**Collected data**
= = = = = = =

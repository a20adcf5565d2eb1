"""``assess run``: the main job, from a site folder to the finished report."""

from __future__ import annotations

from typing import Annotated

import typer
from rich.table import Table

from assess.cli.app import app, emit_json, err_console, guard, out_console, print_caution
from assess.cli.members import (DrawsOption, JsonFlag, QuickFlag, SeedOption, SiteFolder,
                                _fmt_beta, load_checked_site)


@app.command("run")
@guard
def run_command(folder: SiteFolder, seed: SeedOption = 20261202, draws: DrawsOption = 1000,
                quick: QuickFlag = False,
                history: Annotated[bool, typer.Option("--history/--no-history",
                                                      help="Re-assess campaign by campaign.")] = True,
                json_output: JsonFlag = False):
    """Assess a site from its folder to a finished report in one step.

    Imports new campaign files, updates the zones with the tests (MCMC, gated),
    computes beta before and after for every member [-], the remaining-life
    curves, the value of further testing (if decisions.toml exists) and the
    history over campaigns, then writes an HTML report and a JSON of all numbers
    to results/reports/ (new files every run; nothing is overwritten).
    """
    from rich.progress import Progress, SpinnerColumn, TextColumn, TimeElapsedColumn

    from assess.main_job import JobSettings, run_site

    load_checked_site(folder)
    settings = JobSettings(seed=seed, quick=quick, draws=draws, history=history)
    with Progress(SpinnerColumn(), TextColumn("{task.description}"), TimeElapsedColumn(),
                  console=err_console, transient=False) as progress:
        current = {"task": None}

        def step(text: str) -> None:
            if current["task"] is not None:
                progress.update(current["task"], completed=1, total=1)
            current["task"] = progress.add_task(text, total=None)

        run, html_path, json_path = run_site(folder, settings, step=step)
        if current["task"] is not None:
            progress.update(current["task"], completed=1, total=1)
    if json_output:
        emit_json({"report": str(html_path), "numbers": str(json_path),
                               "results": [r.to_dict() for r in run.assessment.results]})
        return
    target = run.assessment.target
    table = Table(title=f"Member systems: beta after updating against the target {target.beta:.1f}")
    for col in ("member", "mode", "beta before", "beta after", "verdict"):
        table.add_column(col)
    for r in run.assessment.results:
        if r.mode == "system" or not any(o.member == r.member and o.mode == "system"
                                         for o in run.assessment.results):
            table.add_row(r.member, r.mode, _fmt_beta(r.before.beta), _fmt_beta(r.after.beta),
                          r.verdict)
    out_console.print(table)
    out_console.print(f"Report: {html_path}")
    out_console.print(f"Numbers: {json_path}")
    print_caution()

= = = = = = =

Every line of the records above needs to be given again exactly.

repository a20adcf5565d2eb1
"""``assess run``: the main job, from a site folder to the finished report."""

from __future__ import annotations

from typing import Annotated

import typer
from rich.table import Table

from assess.cli.app import app, emit_json, err_console, guard, out_console, print_caution
from assess.cli.members import (DrawsOption, JsonFlag, QuickFlag, SeedOption, SiteFolder,
                                _fmt_beta, load_checked_site)


@app.command("run")
@guard
def run_command(folder: SiteFolder, seed: SeedOption = 20261202, draws: DrawsOption = 1000,
                quick: QuickFlag = False,
                history: Annotated[bool, typer.Option("--history/--no-history",
                                                      help="Re-assess campaign by campaign.")] = True,
                json_output: JsonFlag = False):
    """Assess a site from its folder to a finished report in one step.

    Imports new campaign files, updates the zones with the tests (MCMC, gated),
    computes beta before and after for every member [-], the remaining-life
    curves, the value of further testing (if decisions.toml exists) and the
    history over campaigns, then writes an HTML report and a JSON of all numbers
    to results/reports/ (new files every run; nothing is overwritten).
    """
    from rich.progress import Progress, SpinnerColumn, TextColumn, TimeElapsedColumn

    from assess.main_job import JobSettings, run_site

    load_checked_site(folder)
    settings = JobSettings(seed=seed, quick=quick, draws=draws, history=history)
    with Progress(SpinnerColumn(), TextColumn("{task.description}"), TimeElapsedColumn(),
                  console=err_console, transient=False) as progress:
        current = {"task": None}

        def step(text: str) -> None:
            if current["task"] is not None:
                progress.update(current["task"], completed=1, total=1)
            current["task"] = progress.add_task(text, total=None)

        run, html_path, json_path = run_site(folder, settings, step=step)
        if current["task"] is not None:
            progress.update(current["task"], completed=1, total=1)
    if json_output:
        emit_json({"report": str(html_path), "numbers": str(json_path),
                               "results": [r.to_dict() for r in run.assessment.results]})
        return
    target = run.assessment.target
    table = Table(title=f"Member systems: beta after updating against the target {target.beta:.1f}")
    for col in ("member", "mode", "beta before", "beta after", "verdict"):
        table.add_column(col)
    for r in run.assessment.results:
        if r.mode == "system" or not any(o.member == r.member and o.mode == "system"
                                         for o in run.assessment.results):
            table.add_row(r.member, r.mode, _fmt_beta(r.before.beta), _fmt_beta(r.after.beta),
                          r.verdict)
    out_console.print(table)
    out_console.print(f"Report: {html_path}")
    out_console.print(f"Numbers: {json_path}")
    print_caution()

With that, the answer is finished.